The draft, passed in early January as if in solution of the problem of Fredericksburg losses, hardly affected anyone not willing to be affected or else so miserably poor in these high times as not to be able to scrape up the $300 exemption fee as often as his name or number came up at the periodic drawings, in which case it might be said that he was about as well off in the army as out of it, except for the added discomfort of being drilled and possibly shot at. Large numbers of men from the upper classes, whether recently arrived at that level or established there of old, went to the expense of hiring substitutes (usually immigrants who were brought over by companies newly formed to supply the demand, trafficking thus in flesh to an extent unknown since the stoppage of the slave trade, and who were glad of the chance to earn a nest egg, which included the money they got from the men whose substitutes they were, plus the bounty paid by that particular state to volunteers—minus, of course, the fee that went to the company agent who had got them this opportunity in the first place) not only because it meant that the substitute-hirer was done
with the problem of the draft for the duration, but also because it was considered more patriotic. All the same, the parody We Are Coming, Father Abraham, Three Hundred Dollars More was greeted with laughter wherever it was heard; for there was no stigma attached to the man who stayed out of combat, however he went about it short of actual dodging or desertion. “In the vast new army of 300,000 which Mr Lincoln has ordered to be raised,” one editor wrote, marveling at this gap disclosed in the new prosperity, “there will not be one man able to pay $300. Not one! Think of that!”

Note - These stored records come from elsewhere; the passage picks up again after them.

/**
 * The names a brewery reads for these ingredients: its own short name for a dataset row when it set one, else the
 * short name made from the dataset's description; a house ingredient's own name.
 */
export async function displayNames(
  organisationId: number,
  rows: Pick<Ingredient, 'id' | 'name' | 'organisationId'>[],
  transaction?: Transaction,
): Promise<Map<number, string>> {
  const dataset = rows.filter((r) => r.organisationId === null).map((r) => r.id);
  const chosen = dataset.length
    ? await IngredientDisplayName.findAll({
        where: { organisationId, ingredientId: dataset },
        attributes: ['ingredientId', 'name'],
        transaction,
      })
    : [];
  const own = new Map(chosen.map((c) => [c.ingredientId, c.name]));
  return new Map(
    rows.map((r) => [r.id, r.organisationId === null ? (own.get(r.id) ?? shortIngredientName(r.name)) : r.name]),
  );
}

export function toIngredientDto(i: Ingredient, displayName?: string): IngredientDto {
  return {
    id: i.id,
    scope: i.organisationId === null ? 'dataset' : 'house',
    name: i.name,
    displayName: displayName ?? (i.organisationId === null ? shortIngredientName(i.name) : i.name),
    category: i.category,
    per100g: {
      energyKcal: i.energyKcal,
      carbohydrateG: i.carbohydrateG,
      sugarsG: i.sugarsG,
      fibreG: i.fibreG,
      fatG: i.fatG,
      proteinG: i.proteinG,
    },
    labelPer100g: Object.fromEntries(LABEL_NUTRIENT_FIELDS.map((f) => [f, i[f]])) as IngredientDtoShape['labelPer100g'],
    perGram: {
      sugarsG: div100(i.sugarsG),
      fermentableSugarsG: i.sugarsG === null ? null : (i.sugarsG / 100) * i.fermentableShare,
      fatG: div100(i.fatG),
    },
    fermentableSharePct: i.fermentableShare * 100,
    steepSharePct: i.steepShare * 100,
    allergens: i.allergens,
    measures: i.measures,
    costPerKg: i.costPerKg,
    notes: i.notes,
    source: i.sourceDataset ? `${i.sourceDataset} record ${i.sourceRecord}` : 'house',
    archived: i.archivedAt !== null,
  };
}

// ---------------------------------------------------------------- dataset import

const COMPARED: (keyof DatasetIngredient)[] = [
  'name',
  'category',
  'energyKcal',
  'carbohydrateG',
  'sugarsG',
  'fibreG',
  'fatG',
  'proteinG',
  ...LABEL_NUTRIENT_FIELDS,
  'fermentableShare',
  'steepShare',
  'allergens',
  'measures',
  'notes',
];
/** Equal in value: JSONB hands objects back with their keys in its own order, so key order must not count. */
const same = (a: unknown, b: unknown) => isDeepStrictEqual(a, b);

export interface ImportReport {
  created: number;
  updated: number;
  unchanged: number;
}

/**
 * Imports or updates dataset ingredients in one transaction, matched on dataset and record number. Running it
 * twice changes nothing the second time.
 */
export async function importDatasetIngredients(
  rows: DatasetIngredient[],
  onProgress?: (done: number) => void,
): Promise<ImportReport> {
  const report: ImportReport = { created: 0, updated: 0, unchanged: 0 };
  await transaction(async (transaction) => {
    const existing = new Map(
      (await Ingredient.findAll({ where: { organisationId: null }, transaction })).map((i) => [
        `${i.sourceDataset}|${i.sourceRecord}`,
        i,
      ]),
    );
    const toCreate: DatasetIngredient[] = [];
    for (const [index, row] of rows.entries()) {
      const found = existing.get(`${row.sourceDataset}|${row.sourceRecord}`);
      if (!found) toCreate.push(row);
      else if (COMPARED.some((key) => !same(found.get(key as never), row[key]))) {
        await found.update(Object.fromEntries(COMPARED.map((key) => [key, row[key]])), { transaction });
        report.updated += 1;
      } else report.unchanged += 1;
      if (index % 250 === 0) onProgress?.(index);
    }
    for (let i = 0; i < toCreate.length; i += 500) {
      await Ingredient.bulkCreate(
        toCreate.slice(i, i + 500).map((row) => ({ ...row, organisationId: null })),
        { transaction },
      );
    }
    report.created = toCreate.length;
    onProgress?.(rows.length);
  });
  return report;
}

export async function datasetIngredientCount(): Promise<number> {
  return Ingredient.count({ where: { organisationId: null } });
}

/**
 * The ingredients of `ids` that this brewery may use (dataset foods and its own house ones; another brewery's are
 * left out, as if they did not exist), each under the name the brewery reads.
 */
export async function usableIngredients(
  auth: AuthContext,
  ids: number[],
): Promise<{ ingredient: Ingredient; name: string }[]> {
  const unique = [...new Set(ids)];
  const rows = unique.length
    ? await Ingredient.findAll({
        where: { id: unique, [Op.or]: [{ organisationId: null }, { organisationId: auth.organisationId }] },
      })
    : [];
  const names = await displayNames(auth.organisationId, rows);
  return rows.map((ingredient) => ({ ingredient, name: names.get(ingredient.id) ?? ingredient.name }));
}

/** True when dataset foods exist but none carries a label nutrient: imported before those were read. */
export async function datasetLacksLabelNutrients(): Promise<boolean> {
  const withSodium = await Ingredient.count({ where: { organisationId: null, sodiumMg: { [Op.not]: null } } });
  return withSodium === 0;
}

// ---------------------------------------------------------------- search

/** The words of a search, lower case, at most eight: "Straw, rasp" → ["straw", "rasp"]. */
function searchWords(q: string): string[] {
  return (q.toLowerCase().match(/[\p{L}\p{N}]+/gu) ?? []).slice(0, 8);
}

Washington itself was riding the crest of the wave thrown up by the boom, its ante-bellum population of 60,000 having nearly quadrupled under pressure from the throng of men and women rushing in to fill the partial vacuum created by the departure of the Southerners who formerly had set the social tone. Here the growing pains were the worst of all, according to Lincoln’s young secretary John Hay, who wrote: “This miserable sprawling village imagines itself a city because it is wicked, as a boy thinks he is a man when he smokes and swears.” In this instance Hay was offended because he and the President, riding back from the Soldiers Home after an interesting talk on philology—for which, he said, Lincoln had “a little indulged inclination”—encountered “a party of drunken gamblers and harlots returning in the twilight from [erased].” The fact was, the carousers might have been returning from almost any quarter of the city; for the provost marshal, while unable to give even a rough estimate of the number of houses of prostitution doing business here beside the Potomac, reported 163 gambling establishments in full swing, including one in which a congressman had lately achieved fame by breaking the bank in a single night and leaving with $100,000 bulging his pockets. It was a clutch-and-grab society now, with a clutch-and-grab way of doing business, whether its own or the government’s, though it still affected a free and easy manner out of office hours. Nathaniel Hawthorne, in town for a look-round, found that the nation’s pulse could be taken better at Willard’s Hotel, especially in the bar, than at either the Capitol or the White House. “Everybody may be seen there,” he declared. “You exchange nods with governors of sovereign states; you elbow illustrious men, and tread on the toes of generals; you hear statesmen and orators speaking in their familiar tones. You are mixed up with office-seekers, wire pullers, inventors, artists, poets, editors, army correspondents, attachés of foreign journals, long-winded talkers, clerks, diplomats, mail contractors, railway directors, until your own identity is lost among them. You adopt the universal habit of the place, and call for a mint julep, a whiskey skin, a gin cocktail, a brandy smash, or a glass of pure Old Rye; at any hour all these drinks are in request.”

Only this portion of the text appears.